### Required action
Each record is to be written out exactly as it appears.

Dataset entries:

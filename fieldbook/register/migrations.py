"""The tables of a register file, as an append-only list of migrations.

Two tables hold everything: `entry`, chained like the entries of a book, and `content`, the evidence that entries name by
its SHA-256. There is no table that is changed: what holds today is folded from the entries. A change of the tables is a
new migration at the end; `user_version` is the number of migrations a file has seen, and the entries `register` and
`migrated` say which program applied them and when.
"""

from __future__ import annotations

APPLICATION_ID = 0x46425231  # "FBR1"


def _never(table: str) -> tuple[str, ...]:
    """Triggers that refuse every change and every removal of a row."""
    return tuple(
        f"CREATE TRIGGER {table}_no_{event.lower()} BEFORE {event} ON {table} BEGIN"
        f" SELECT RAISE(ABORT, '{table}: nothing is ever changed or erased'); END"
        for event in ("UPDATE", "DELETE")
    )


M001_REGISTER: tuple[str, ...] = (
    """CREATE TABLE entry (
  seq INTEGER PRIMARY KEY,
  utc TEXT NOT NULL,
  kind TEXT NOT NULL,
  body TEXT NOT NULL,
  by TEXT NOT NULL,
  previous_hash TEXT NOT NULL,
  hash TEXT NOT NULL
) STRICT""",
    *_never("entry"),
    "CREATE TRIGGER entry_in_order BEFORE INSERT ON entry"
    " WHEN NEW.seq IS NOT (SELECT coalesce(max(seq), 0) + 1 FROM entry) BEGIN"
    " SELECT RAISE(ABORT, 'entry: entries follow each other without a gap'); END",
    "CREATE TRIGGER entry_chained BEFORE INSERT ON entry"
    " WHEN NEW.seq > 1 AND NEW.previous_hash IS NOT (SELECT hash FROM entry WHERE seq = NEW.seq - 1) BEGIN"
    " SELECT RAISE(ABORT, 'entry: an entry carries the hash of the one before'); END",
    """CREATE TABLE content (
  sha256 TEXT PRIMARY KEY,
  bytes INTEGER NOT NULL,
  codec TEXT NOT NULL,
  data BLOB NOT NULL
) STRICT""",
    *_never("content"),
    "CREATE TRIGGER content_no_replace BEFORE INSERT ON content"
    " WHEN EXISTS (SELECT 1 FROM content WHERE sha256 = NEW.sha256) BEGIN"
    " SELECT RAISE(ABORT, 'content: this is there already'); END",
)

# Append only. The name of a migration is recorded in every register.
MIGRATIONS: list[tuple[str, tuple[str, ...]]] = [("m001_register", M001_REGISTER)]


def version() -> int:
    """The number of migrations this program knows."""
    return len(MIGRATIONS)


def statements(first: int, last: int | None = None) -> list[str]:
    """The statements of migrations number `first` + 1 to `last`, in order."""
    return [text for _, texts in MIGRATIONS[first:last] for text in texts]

### Answer to this problem
filename fieldbook/register/migrations.py
"""The tables of a register file, as an append-only list of migrations.

Two tables hold everything: `entry`, chained like the entries of a book, and `content`, the evidence that entries name by
its SHA-256. There is no table that is changed: what holds today is folded from the entries. A change of the tables is a
new migration at the end; `user_version` is the number of migrations a file has seen, and the entries `register` and
`migrated` say which program applied them and when.
"""

from __future__ import annotations

APPLICATION_ID = 0x46425231  # "FBR1"


def _never(table: str) -> tuple[str, ...]:
    """Triggers that refuse every change and every removal of a row."""
    return tuple(
        f"CREATE TRIGGER {table}_no_{event.lower()} BEFORE {event} ON {table} BEGIN"
        f" SELECT RAISE(ABORT, '{table}: nothing is ever changed or erased'); END"
        for event in ("UPDATE", "DELETE")
    )


M001_REGISTER: tuple[str, ...] = (
    """CREATE TABLE entry (
  seq INTEGER PRIMARY KEY,
  utc TEXT NOT NULL,
  kind TEXT NOT NULL,
  body TEXT NOT NULL,
  by TEXT NOT NULL,
  previous_hash TEXT NOT NULL,
  hash TEXT NOT NULL
) STRICT""",
    *_never("entry"),
    "CREATE TRIGGER entry_in_order BEFORE INSERT ON entry"
    " WHEN NEW.seq IS NOT (SELECT coalesce(max(seq), 0) + 1 FROM entry) BEGIN"
    " SELECT RAISE(ABORT, 'entry: entries follow each other without a gap'); END",
    "CREATE TRIGGER entry_chained BEFORE INSERT ON entry"
    " WHEN NEW.seq > 1 AND NEW.previous_hash IS NOT (SELECT hash FROM entry WHERE seq = NEW.seq - 1) BEGIN"
    " SELECT RAISE(ABORT, 'entry: an entry carries the hash of the one before'); END",
    """CREATE TABLE content (
  sha256 TEXT PRIMARY KEY,
  bytes INTEGER NOT NULL,
  codec TEXT NOT NULL,
  data BLOB NOT NULL
) STRICT""",
    *_never("content"),
    "CREATE TRIGGER content_no_replace BEFORE INSERT ON content"
    " WHEN EXISTS (SELECT 1 FROM content WHERE sha256 = NEW.sha256) BEGIN"
    " SELECT RAISE(ABORT, 'content: this is there already'); END",
)

# Append only. The name of a migration is recorded in every register.
MIGRATIONS: list[tuple[str, tuple[str, ...]]] = [("m001_register", M001_REGISTER)]


def version() -> int:
    """The number of migrations this program knows."""
    return len(MIGRATIONS)


def statements(first: int, last: int | None = None) -> list[str]:
    """The statements of migrations number `first` + 1 to `last`, in order."""
    return [text for _, texts in MIGRATIONS[first:last] for text in texts]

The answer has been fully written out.